[[ Data for this task, beginning ]]
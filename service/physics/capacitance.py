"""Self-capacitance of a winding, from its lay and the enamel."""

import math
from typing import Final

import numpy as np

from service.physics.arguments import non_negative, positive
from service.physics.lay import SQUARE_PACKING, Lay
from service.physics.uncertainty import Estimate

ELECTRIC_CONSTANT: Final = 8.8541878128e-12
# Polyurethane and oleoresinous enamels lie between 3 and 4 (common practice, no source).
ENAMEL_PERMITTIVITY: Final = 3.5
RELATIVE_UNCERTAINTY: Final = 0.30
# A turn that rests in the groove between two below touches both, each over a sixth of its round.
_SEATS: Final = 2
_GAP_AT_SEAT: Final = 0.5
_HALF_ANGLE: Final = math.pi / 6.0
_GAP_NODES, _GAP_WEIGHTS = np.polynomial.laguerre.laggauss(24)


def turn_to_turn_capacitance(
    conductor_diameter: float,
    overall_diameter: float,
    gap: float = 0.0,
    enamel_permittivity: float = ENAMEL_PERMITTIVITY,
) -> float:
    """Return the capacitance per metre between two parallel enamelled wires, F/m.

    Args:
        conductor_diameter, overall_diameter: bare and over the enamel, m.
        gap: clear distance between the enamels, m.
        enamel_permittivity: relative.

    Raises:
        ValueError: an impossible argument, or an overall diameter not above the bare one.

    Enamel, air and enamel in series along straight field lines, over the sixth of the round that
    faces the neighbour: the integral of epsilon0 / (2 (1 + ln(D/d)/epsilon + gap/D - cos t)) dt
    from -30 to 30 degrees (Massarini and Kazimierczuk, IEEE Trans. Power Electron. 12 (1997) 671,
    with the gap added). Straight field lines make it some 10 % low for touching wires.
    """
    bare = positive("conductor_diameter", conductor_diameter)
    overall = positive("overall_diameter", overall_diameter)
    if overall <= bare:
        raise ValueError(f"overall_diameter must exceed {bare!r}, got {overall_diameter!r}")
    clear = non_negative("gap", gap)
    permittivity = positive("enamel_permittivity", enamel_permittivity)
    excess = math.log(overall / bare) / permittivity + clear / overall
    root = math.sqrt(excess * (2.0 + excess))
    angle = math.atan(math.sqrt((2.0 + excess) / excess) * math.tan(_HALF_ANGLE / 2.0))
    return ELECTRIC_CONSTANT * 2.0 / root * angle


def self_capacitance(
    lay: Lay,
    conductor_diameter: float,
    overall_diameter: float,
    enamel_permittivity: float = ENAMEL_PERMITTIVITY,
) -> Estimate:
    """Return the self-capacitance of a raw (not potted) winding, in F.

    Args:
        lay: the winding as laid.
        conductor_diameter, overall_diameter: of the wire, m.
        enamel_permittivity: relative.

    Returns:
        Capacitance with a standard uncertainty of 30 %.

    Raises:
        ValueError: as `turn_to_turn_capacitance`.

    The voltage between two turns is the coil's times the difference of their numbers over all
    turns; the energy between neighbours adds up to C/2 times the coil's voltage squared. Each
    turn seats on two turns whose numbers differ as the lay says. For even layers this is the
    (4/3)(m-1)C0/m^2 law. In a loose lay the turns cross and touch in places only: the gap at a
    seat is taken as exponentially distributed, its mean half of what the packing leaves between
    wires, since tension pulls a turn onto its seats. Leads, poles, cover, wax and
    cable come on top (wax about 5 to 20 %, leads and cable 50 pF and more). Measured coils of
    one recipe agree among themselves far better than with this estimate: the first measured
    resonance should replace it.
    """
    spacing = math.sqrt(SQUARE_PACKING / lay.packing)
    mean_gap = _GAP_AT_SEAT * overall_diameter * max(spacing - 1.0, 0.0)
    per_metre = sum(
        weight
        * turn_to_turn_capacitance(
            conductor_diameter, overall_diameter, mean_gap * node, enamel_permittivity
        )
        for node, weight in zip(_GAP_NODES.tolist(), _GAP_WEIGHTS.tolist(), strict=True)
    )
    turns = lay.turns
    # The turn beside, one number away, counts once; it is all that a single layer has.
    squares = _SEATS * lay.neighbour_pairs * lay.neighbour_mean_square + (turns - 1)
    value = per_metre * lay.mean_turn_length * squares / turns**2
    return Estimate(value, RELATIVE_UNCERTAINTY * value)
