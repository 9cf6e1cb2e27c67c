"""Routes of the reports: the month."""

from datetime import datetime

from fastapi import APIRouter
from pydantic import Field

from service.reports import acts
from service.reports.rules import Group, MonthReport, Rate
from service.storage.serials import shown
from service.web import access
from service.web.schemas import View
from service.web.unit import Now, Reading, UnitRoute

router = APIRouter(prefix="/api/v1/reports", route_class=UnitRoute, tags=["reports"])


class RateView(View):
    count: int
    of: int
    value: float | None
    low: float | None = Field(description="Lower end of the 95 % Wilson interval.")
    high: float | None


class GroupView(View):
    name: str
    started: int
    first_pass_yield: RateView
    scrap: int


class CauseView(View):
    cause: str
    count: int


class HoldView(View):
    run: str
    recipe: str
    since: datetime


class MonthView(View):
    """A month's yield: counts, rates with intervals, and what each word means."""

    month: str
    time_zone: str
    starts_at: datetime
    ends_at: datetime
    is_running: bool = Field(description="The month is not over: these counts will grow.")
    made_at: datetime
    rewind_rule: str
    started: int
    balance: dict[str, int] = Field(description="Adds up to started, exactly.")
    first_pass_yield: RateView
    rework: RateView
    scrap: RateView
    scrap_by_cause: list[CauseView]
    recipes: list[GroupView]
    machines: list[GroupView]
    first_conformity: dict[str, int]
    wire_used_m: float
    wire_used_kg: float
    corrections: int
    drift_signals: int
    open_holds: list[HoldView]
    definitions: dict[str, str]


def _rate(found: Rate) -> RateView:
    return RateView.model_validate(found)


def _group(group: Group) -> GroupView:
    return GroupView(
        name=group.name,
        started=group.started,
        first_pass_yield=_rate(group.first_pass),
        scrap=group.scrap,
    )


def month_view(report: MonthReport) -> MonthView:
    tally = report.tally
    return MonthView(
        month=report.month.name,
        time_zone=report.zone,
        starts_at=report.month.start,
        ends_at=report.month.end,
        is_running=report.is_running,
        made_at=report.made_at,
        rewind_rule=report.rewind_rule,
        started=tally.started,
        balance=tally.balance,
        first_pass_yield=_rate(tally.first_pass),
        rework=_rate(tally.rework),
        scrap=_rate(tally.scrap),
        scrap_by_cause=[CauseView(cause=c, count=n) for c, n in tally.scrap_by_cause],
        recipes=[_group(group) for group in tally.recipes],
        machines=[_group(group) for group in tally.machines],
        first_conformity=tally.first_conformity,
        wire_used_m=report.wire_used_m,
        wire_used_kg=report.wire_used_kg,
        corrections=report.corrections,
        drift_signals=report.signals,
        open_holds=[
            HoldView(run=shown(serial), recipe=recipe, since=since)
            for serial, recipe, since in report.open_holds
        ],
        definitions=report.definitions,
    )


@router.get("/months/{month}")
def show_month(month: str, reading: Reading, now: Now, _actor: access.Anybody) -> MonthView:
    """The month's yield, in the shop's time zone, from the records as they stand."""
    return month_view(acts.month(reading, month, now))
[[ Data for this task, end ]]
[[ Data for this task, beginning ]]
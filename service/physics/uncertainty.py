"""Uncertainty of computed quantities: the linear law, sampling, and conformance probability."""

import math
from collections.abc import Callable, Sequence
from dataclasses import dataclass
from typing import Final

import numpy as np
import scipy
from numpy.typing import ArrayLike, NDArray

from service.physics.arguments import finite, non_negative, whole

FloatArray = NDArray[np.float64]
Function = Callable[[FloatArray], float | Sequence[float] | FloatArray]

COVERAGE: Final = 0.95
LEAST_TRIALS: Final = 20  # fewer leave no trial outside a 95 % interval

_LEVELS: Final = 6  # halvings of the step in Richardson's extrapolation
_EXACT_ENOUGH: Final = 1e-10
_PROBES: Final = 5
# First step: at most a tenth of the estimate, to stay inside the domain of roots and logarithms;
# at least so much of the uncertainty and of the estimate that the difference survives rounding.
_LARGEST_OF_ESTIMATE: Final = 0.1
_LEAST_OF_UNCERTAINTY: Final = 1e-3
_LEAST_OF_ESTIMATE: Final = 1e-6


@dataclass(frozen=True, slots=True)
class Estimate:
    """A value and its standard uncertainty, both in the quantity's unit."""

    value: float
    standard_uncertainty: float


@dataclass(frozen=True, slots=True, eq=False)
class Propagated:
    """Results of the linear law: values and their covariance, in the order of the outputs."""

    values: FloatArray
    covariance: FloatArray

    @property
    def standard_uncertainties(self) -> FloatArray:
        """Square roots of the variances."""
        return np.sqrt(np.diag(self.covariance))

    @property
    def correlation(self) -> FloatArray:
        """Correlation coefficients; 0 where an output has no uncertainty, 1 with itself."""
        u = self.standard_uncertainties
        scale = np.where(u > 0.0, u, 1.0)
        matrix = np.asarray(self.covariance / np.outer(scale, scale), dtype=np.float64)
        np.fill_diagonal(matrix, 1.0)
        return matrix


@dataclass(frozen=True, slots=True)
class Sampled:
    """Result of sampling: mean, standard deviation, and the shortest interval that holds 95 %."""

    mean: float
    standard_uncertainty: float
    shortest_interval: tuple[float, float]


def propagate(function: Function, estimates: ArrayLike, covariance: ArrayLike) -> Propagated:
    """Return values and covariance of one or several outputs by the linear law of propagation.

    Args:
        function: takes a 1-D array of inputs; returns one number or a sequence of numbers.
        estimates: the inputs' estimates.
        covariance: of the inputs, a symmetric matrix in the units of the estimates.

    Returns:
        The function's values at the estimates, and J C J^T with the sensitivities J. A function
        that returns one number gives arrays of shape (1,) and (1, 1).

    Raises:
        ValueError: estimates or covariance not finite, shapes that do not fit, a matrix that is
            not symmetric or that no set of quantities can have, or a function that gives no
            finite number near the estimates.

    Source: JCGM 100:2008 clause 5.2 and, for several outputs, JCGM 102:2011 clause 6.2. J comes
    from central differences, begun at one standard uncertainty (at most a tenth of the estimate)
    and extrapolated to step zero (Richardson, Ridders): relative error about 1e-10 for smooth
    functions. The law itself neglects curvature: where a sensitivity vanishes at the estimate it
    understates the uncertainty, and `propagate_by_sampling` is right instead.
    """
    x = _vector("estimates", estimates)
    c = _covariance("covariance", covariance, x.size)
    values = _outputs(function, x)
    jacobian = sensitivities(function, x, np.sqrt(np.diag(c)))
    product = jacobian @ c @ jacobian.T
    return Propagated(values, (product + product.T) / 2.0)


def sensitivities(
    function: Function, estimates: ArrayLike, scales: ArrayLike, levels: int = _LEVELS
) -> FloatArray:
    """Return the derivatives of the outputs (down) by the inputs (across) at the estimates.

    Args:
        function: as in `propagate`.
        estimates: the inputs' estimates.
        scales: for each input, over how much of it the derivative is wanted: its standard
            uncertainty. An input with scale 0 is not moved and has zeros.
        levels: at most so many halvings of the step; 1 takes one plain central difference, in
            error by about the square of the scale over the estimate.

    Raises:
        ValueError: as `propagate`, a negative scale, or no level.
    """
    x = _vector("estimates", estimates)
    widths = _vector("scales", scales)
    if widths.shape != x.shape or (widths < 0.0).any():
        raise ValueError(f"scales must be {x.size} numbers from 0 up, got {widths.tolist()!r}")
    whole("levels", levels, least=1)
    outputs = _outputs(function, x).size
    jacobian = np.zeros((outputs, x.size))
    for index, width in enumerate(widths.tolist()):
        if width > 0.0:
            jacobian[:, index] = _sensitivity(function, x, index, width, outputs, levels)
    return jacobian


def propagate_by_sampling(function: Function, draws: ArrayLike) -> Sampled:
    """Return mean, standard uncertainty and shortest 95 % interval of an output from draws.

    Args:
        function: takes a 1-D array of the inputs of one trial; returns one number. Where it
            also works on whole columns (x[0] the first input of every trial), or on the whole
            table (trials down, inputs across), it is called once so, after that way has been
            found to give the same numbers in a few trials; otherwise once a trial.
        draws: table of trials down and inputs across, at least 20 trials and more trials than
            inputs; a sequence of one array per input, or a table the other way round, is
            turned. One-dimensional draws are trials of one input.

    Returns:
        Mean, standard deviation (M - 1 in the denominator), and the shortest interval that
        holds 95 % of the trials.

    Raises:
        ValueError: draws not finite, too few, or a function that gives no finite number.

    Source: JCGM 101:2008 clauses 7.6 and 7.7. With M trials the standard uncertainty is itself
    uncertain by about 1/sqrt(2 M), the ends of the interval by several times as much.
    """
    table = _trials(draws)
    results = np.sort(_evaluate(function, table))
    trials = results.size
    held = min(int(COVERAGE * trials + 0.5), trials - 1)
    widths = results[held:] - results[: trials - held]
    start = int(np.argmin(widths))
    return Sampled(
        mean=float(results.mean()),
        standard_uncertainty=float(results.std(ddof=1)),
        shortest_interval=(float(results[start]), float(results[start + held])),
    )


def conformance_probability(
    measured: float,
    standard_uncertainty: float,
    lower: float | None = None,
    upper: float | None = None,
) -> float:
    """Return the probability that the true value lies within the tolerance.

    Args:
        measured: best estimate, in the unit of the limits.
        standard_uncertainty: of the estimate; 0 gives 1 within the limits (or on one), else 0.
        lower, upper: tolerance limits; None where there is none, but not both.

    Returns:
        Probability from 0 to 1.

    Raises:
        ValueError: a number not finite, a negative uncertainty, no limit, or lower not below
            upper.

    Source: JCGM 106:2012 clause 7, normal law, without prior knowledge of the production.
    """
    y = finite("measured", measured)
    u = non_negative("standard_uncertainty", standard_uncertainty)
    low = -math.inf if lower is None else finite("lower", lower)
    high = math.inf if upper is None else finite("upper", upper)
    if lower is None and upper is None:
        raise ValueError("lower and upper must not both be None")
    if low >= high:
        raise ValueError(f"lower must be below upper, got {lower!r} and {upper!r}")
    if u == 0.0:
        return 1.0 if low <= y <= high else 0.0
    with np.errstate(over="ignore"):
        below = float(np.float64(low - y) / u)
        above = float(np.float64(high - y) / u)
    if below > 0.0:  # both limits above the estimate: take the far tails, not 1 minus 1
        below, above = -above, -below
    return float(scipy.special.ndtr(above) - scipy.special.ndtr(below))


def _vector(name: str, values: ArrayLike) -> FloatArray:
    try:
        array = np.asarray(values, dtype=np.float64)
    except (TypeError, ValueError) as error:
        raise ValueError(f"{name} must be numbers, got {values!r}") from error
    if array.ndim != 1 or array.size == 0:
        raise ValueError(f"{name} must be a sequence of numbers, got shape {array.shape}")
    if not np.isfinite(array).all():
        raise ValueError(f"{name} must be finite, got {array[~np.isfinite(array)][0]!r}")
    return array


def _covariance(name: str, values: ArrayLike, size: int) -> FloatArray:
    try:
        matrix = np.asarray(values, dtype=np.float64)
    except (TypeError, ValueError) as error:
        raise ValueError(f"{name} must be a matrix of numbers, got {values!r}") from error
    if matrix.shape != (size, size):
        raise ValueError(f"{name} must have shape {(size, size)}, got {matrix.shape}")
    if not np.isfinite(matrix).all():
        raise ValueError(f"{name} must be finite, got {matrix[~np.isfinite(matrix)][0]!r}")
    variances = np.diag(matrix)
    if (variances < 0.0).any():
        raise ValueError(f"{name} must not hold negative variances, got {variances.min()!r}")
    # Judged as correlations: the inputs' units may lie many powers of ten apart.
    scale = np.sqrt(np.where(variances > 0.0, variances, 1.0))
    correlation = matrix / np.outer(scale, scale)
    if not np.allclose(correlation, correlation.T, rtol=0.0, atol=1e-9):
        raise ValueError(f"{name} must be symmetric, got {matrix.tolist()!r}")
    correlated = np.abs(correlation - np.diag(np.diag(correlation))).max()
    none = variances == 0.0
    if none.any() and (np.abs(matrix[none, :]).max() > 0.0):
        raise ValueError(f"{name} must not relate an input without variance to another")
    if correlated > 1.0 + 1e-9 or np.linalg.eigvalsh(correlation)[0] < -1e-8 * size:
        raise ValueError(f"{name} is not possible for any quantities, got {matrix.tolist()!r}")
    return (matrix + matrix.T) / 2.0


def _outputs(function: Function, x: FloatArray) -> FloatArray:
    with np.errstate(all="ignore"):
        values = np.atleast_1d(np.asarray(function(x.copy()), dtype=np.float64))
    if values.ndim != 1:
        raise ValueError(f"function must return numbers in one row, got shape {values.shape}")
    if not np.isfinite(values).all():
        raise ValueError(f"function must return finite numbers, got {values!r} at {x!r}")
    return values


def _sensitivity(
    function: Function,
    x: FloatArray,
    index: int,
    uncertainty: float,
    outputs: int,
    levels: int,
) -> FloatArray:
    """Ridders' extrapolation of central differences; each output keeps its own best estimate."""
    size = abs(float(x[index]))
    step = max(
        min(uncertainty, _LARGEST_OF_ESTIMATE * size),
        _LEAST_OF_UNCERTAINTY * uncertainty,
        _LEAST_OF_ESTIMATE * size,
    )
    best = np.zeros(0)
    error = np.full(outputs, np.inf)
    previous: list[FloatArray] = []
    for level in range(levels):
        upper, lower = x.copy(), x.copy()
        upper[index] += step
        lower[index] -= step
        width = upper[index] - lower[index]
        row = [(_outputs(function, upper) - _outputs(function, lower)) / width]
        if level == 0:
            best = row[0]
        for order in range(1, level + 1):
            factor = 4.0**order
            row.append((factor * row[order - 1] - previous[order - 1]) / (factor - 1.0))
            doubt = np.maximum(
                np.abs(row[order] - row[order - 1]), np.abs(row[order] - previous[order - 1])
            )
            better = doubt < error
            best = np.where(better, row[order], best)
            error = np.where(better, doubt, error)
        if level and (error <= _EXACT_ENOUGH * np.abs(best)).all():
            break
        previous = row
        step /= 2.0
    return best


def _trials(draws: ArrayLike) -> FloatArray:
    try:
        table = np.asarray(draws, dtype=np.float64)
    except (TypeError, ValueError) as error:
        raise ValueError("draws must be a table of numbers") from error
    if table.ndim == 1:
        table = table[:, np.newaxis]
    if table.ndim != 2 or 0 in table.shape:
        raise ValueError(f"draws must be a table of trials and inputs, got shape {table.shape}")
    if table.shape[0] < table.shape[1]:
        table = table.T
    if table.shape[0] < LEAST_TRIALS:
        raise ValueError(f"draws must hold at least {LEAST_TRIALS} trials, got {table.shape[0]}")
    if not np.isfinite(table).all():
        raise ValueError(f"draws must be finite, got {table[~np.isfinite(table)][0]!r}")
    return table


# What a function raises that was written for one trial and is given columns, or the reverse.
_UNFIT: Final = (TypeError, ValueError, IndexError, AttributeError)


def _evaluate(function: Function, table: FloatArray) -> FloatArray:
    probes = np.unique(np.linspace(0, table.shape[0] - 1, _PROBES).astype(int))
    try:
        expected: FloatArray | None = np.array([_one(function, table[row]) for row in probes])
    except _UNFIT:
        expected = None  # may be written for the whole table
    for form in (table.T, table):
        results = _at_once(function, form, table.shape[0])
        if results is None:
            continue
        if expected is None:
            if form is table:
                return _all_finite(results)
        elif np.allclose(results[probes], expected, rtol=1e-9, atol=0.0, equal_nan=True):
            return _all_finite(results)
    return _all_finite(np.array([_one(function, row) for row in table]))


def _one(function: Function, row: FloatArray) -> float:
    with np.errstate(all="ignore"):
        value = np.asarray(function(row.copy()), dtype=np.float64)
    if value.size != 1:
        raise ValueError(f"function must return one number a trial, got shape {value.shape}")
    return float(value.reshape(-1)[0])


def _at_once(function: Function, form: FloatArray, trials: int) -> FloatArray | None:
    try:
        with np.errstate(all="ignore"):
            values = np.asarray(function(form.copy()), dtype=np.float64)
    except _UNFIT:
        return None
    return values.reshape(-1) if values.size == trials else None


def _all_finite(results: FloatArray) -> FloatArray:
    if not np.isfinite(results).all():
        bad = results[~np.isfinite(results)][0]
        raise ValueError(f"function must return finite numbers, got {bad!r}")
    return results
[[ Data for this task, end ]]
**Your task**
Report how many lines of the data above hold the string "units". Nothing else belongs in the answer.

**Written reply**
2